The active DMFC includes a heat exchanger 80 to decrease the temperature of a gas-liquid mixture discharged from the stack 20. That is, the heat exchanger 80 condenses steam in the gas-liquid mixture discharged from the stack 20 by decreasing the high temperature of the gas-liquid mixture. Also, the active DMFC includes a recycler 10 to recycle unreacted methanol that is discharged from the stack 20 after having generated electricity and H2O, which is a by-product from the electricity generation reaction. The recycler 10 is also referred to as a gas-liquid separator since the recycler 10 separates unreacted methanol and water (by-product) from the gas-liquid mixture recovered from the stack 20 to reuse the unreacted methanol and water to dilute the high concentration methanol. Instead of including the recycler 10, low concentration methanol can be stored in the cartridge 30. However, in such case, the capacity of the cartridge 10 must be very large.
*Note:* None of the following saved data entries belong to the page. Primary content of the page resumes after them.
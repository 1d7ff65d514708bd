import { createHash, randomBytes } from 'node:crypto';
import { openDatabase } from './lib/database.mjs';
import { endOnSignal } from './lib/process.mjs';
import { ensurePackages } from './lib/packages.mjs';
import { Refusal, runMain, say } from './lib/say.mjs';

const validDays = 90;

/** As lib/server/db/ids.ts makes them: 26 characters that sort by time. */
function newId() {
	const alphabet = '0123456789abcdefghjkmnpqrstvwxyz';
	let time = '';
	for (let rest = Date.now(), i = 0; i < 10; i++, rest = Math.floor(rest / 32))
		time = alphabet[rest % 32] + time;
	return time + [...randomBytes(16)].map((byte) => alphabet[byte & 31]).join('');
}

/**
 * `npm run token -- <email>`: a personal API token for a user of this copy, on the last line of the output.
 * Same form as lib/server/auth/tokens.ts; the integration test of people holds the two together.
 */
runMain(async () => {
	const email = process.argv[2]?.trim().toLowerCase();
	if (!email) throw new Refusal('Say for whom: npm run token -- owner@tiltyard.test');
	ensurePackages();
	const signals = endOnSignal();
	const opening = openDatabase();
	signals.add(() => opening.then((opened) => opened.stop()));
	const database = await signals.during(opening);
	const { createConnection } = await import('mysql2/promise');
	try {
		const connection = await createConnection({ uri: database.url, timezone: 'Z' });
		try {
			const [users] = await connection.query('SELECT id FROM users WHERE email = ?', [email]);
			const [user] = /** @type {{ id: string }[]} */ (users);
			if (!user)
				throw new Refusal(
					`Nobody here has the address ${email}: sign up on the pages first, or start once so that the demo is there.`
				);
			const token = `tyd_${randomBytes(32).toString('base64url')}`;
			const now = new Date();
			await connection.query('INSERT INTO api_tokens SET ?', {
				id: newId(),
				user_id: user.id,
				name: 'Command line',
				token_hash: createHash('sha256').update(token).digest('hex'),
				scopes: JSON.stringify(['read', 'write']),
				created_at: now,
				expires_at: new Date(now.getTime() + validDays * 86_400_000)
			});
			process.stderr.write(`Personal token for ${email}, valid for ${validDays} days, told only now:\n`);
			say(token);
		} finally {
			await connection.end();
		}
	} finally {
		await database.stop();
	}
});
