import { promisify } from 'node:util';
import { gunzip } from 'node:zlib';
import { asc, eq } from 'drizzle-orm';
import type { MountResult, ShadeResult } from '$lib/core/results';
import type { Actor } from '../auth/actor';
import { db } from '../db';
import { runResults } from '../db/schema';
import { AppError } from '../errors';
import { findRun } from './find-run';

const unpack = promisify(gunzip);

/** Packed result of a finished run, as stored: gzip of JSON. `etag` names it: the same inputs give the same bytes. */
export async function getPackedResult(actor: Actor, runId: string): Promise<{ gzip: Buffer; etag: string }> {
	const run = await findRun(actor, runId, 'run.read');
	if (run.status !== 'done') {
		throw new AppError('conflict', `The run has no result: it is ${run.status}.`);
	}
	const parts = await db
		.select({ bytes: runResults.bytes })
		.from(runResults)
		.where(eq(runResults.runId, runId))
		.orderBy(asc(runResults.part));
	return { gzip: Buffer.concat(parts.map((part) => part.bytes)), etag: run.inputHash };
}

/** JSON text of a finished run's result. */
export async function unpackResult(gzip: Buffer): Promise<string> {
	return (await unpack(gzip)).toString('utf8');
}

/** The result of a finished shade run. */
export async function getShadeResult(actor: Actor, runId: string): Promise<ShadeResult> {
	return JSON.parse(await resultText(actor, runId, 'shade')) as ShadeResult;
}

/** The result of a finished mount run. */
export async function getMountResult(actor: Actor, runId: string): Promise<MountResult> {
	return JSON.parse(await resultText(actor, runId, 'mounts')) as MountResult;
}

async function resultText(actor: Actor, runId: string, kind: 'shade' | 'mounts'): Promise<string> {
	const run = await findRun(actor, runId, 'run.read');
	if (run.kind !== kind) throw new AppError('conflict', `This run is of another kind: ${run.kind}.`);
	return unpackResult((await getPackedResult(actor, runId)).gzip);
}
Thus, as described above, high concentration methanol is stored in the cartridge 30 and then is gradually supplied to the storage tank 70 to be diluted.
FIGS. 2A and 2B are cross-sectional views of the structure of the conventional recyclers 10 employed in the active DMFC of FIG. 1. In the conventional recycler 10a of FIG. 2A, a gas and liquid are separated by gravity; that is, the gas is discharged through an upper port 11a of a housing 11 and the liquid, which is denser than the gas, is discharged through a lower port 11b of the housing 11. The liquid includes methanol that did not react in the stack 20, and water produced as a by-product, and the gas includes air supplied as an oxygen source and CO2 generated from a chemical reaction at the anode. The separated liquid is appropriately mixed with high concentration methanol supplied to the storage tank 70 from the cartridge 30, so as to have an appropriate low concentration methanol needed at the stack 20 for electricity generation, and as described above, the mixture is re-supplied to the stack by the supply pump 50. The structure of the recycler 10a of FIG. 2A has an advantage of structural simplicity as recycler 10a uses gravity to function; however, the lower port 11b, through which the liquid is discharged, must be disposed in the direction of gravity. Thus, recycler 10a is limited by the direction of gravity. Active DMFCs are more commonly being used in various mobile apparatuses, and as such, the lower port 11b of the conventional recycler 10a may be moved such that the lower port 11b is disposed in a direction opposite to the direction of gravity when the mobile apparatus is being used. In such case, the conventional recycler 10a cannot appropriately perform the function of gas-liquid separation.
The structure of FIG. 2B is of another conventional recycler 10b that is designed to address the above problem. That is, as depicted in FIG. 2B, the conventional recycler 10b does not use gravity to function, instead, a hydrophobic membrane 12a is installed in one port of a housing 12 and a hydrophilic membrane 12b is installed in another port of the housing 12 so that gas can be discharged through the hydrophobic membrane 12a and liquid can be discharged through the hydrophilic membrane 12b. In this way, the gas-liquid separation can be achieved regardless of the direction of gravity, and thus, the active DMFC can be applied to a mobile apparatus. However, as time passes, the characteristics of the hydrophobic and hydrophilic membranes 12a and 12b, degrade leading to a liquid leakage, and thus, the recycler 10b having the hydrophobic and hydrophilic membranes 12a and 12b are difficult to commercialize the active DMFC.
Accordingly, there is a need to develop a new recycler structure that can perform an efficient gas-liquid separation function regardless of the direction of gas-liquid separation and without using materials such as membranes of which the performances rapidly degrade over time.